Xiaflex from Auxilium Pharmaceuticals, Inc. (NASDAQ:AUXL) is used to treat Dupuytren’s contracture. The drug recently increased its revenue potential after announcing a positive outcome for the treatment of Frozen Shoulder Syndrome (FSS), a related disease that affects one in 20 adults worldwide. If approved, Xiaflex will be the only anti-FSS drug in the market.
The disease
FSS, or Adhesive Capsulitis, is a painful condition of the shoulder. It happens due to thickening of capsular collagen that affects contraction of shoulder joints. Patients are unable to move their shoulders and experience severe pain. It is estimated that nearly 2-5% of the adult population, especially women, develops FSS. Around 10-20% diabetic patients – 36% in case of insulin dependence – have FSS. The disease can last from one to 3.5 years. It is estimated that approximately 300,000 FSS patients are going through treatment every year.
Xiaflex
Xiaflex is already approved by the FDA in the U.S., Europe and Canada to treat adults with Dupuytren’s contracture. It is a disease caused due to thickening and shortening of cords in the hand that lead to bending of one or more fingers toward the palm. This disease has similarities with FSS in the collagen accumulation; one disease is in fact called the other’s cousin. Most people who develop one develop the other disease because of similarities in cellular biochemistry – so it is not surprising that a treatment for one may be used to treat the other.
Performance
During the first quarter of 2013, Xiaflex sales were $20.7 million, up 39% compared to $14.9 million last year. The growth was due to significant rise in international sales compensating decreasing sales in the U.S.

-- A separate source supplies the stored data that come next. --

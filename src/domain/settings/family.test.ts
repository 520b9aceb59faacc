import { describe, expect, it } from "vitest";
import { directionOf, FAMILY_FACTS, SETTING_FAMILIES } from "./family";

describe("directionOf", () => {
  it.each([
    ["basal", 500, 550, "stronger"],
    ["basal", 550, 500, "weaker"],
    ["carbRatio", 17_000, 15_000, "stronger"],
    ["carbRatio", 15_000, 17_000, "weaker"],
    ["sensitivity", 60, 50, "stronger"],
    ["sensitivity", 50, 60, "weaker"],
    ["target", 130, 120, "stronger"],
    ["target", 120, 130, "weaker"],
    ["durationOfAction", 300, 240, "stronger"],
    ["durationOfAction", 240, 300, "weaker"],
    ["limits", 1000, 2000, "stronger"],
    ["limits", 2000, 1000, "weaker"],
    ["features", 1, 2, "neutral"],
  ] as const)("%s from %s to %s is %s", (family, oldValue, newValue, expected) => {
    expect(directionOf(family, oldValue, newValue)).toBe(expected);
  });

  it("is weaker where a limit appears and stronger where it goes", () => {
    expect(directionOf("limits", null, 5000)).toBe("weaker");
    expect(directionOf("limits", 5000, null)).toBe("stronger");
  });

  it.each(SETTING_FAMILIES)("%s: no change has no direction, and it has words", (family) => {
    expect(directionOf(family, 5, 5)).toBe("neutral");
    expect(directionOf(family, null, null)).toBe("neutral");
    expect(FAMILY_FACTS[family].label).not.toBe("");
  });

  it("lists every family of the table once", () => {
    expect([...SETTING_FAMILIES].toSorted()).toEqual(Object.keys(FAMILY_FACTS).toSorted());
  });

  it("cannot say where one of two values outside the limits is not known", () => {
    expect(directionOf("basal", null, 500)).toBe("neutral");
  });
});
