import { describe, expect, it } from "vitest";
import { startingTarget, startingTargetSection } from "./starting-target";

describe("the target of the first days", () => {
  it("is 120 to 130 mg/dL; in mmol/L 6.7 to 7.3, never below", () => {
    expect(startingTarget("mg/dL")).toEqual({ lowMgDl: 120, highMgDl: 130 });
    const { lowMgDl, highMgDl } = startingTarget("mmol/L");
    expect([lowMgDl, highMgDl]).toEqual([121, 132]);
    expect([lowMgDl, highMgDl].map((mgDl) => (mgDl / 18.0156).toFixed(1))).toEqual(["6.7", "7.3"]);
  });

  it("says that it has no source, and shows those that have one beside it", () => {
    const section = startingTargetSection("mg/dL", ["adult"]);
    expect(section.provenance).toBe("CP");
    expect(section.methods.map(({ id, provenance }) => [id, provenance])).toEqual([["target-100-150", "R"]]);
    expect(section.methods[0]).not.toHaveProperty("population");
    expect(startingTargetSection("mg/dL", ["adult", "child"]).methods).toHaveLength(3);
  });
});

Overall, Auxilium Pharmaceuticals, Inc. (NASDAQ:AUXL) reported net revenues of $66.2 million, down by 10% compared to $73.6 million in the same period last year. The decline was due to 23% decrease in total sales of Testim, a treatment for males with low to no testosterone developed by Auxilium Pharmaceuticals, Inc. (NASDAQ:AUXL), and 5% decline in Xiaflex sales in the U.S. The company reported negative earnings due to high operating expenses resulting from SG&A and R&D expenses. Cash, cash equivalents and short term investments as of March 31, 2013 were $467.8 million, compared to $157.4 million as of December 31, 2012. That is a 3-fold increase.
Additional indications
Xiaflex has completed its Phase III trials for the treatment of Peyronie’s disease, for which it showed positive results, and in Phase I for Cellulite. Auxilium Pharmaceuticals, Inc. (NASDAQ:AUXL) submitted a supplemental Biologics License Application (sBLA) to the U.S. Food and Drug Administration for the treatment of PD, which the FDA accepted on December 27, 2012. Under the Prescription Drug User Fee Act (PDUFA), the FDA is expected to take action on the application by September 6, 2013.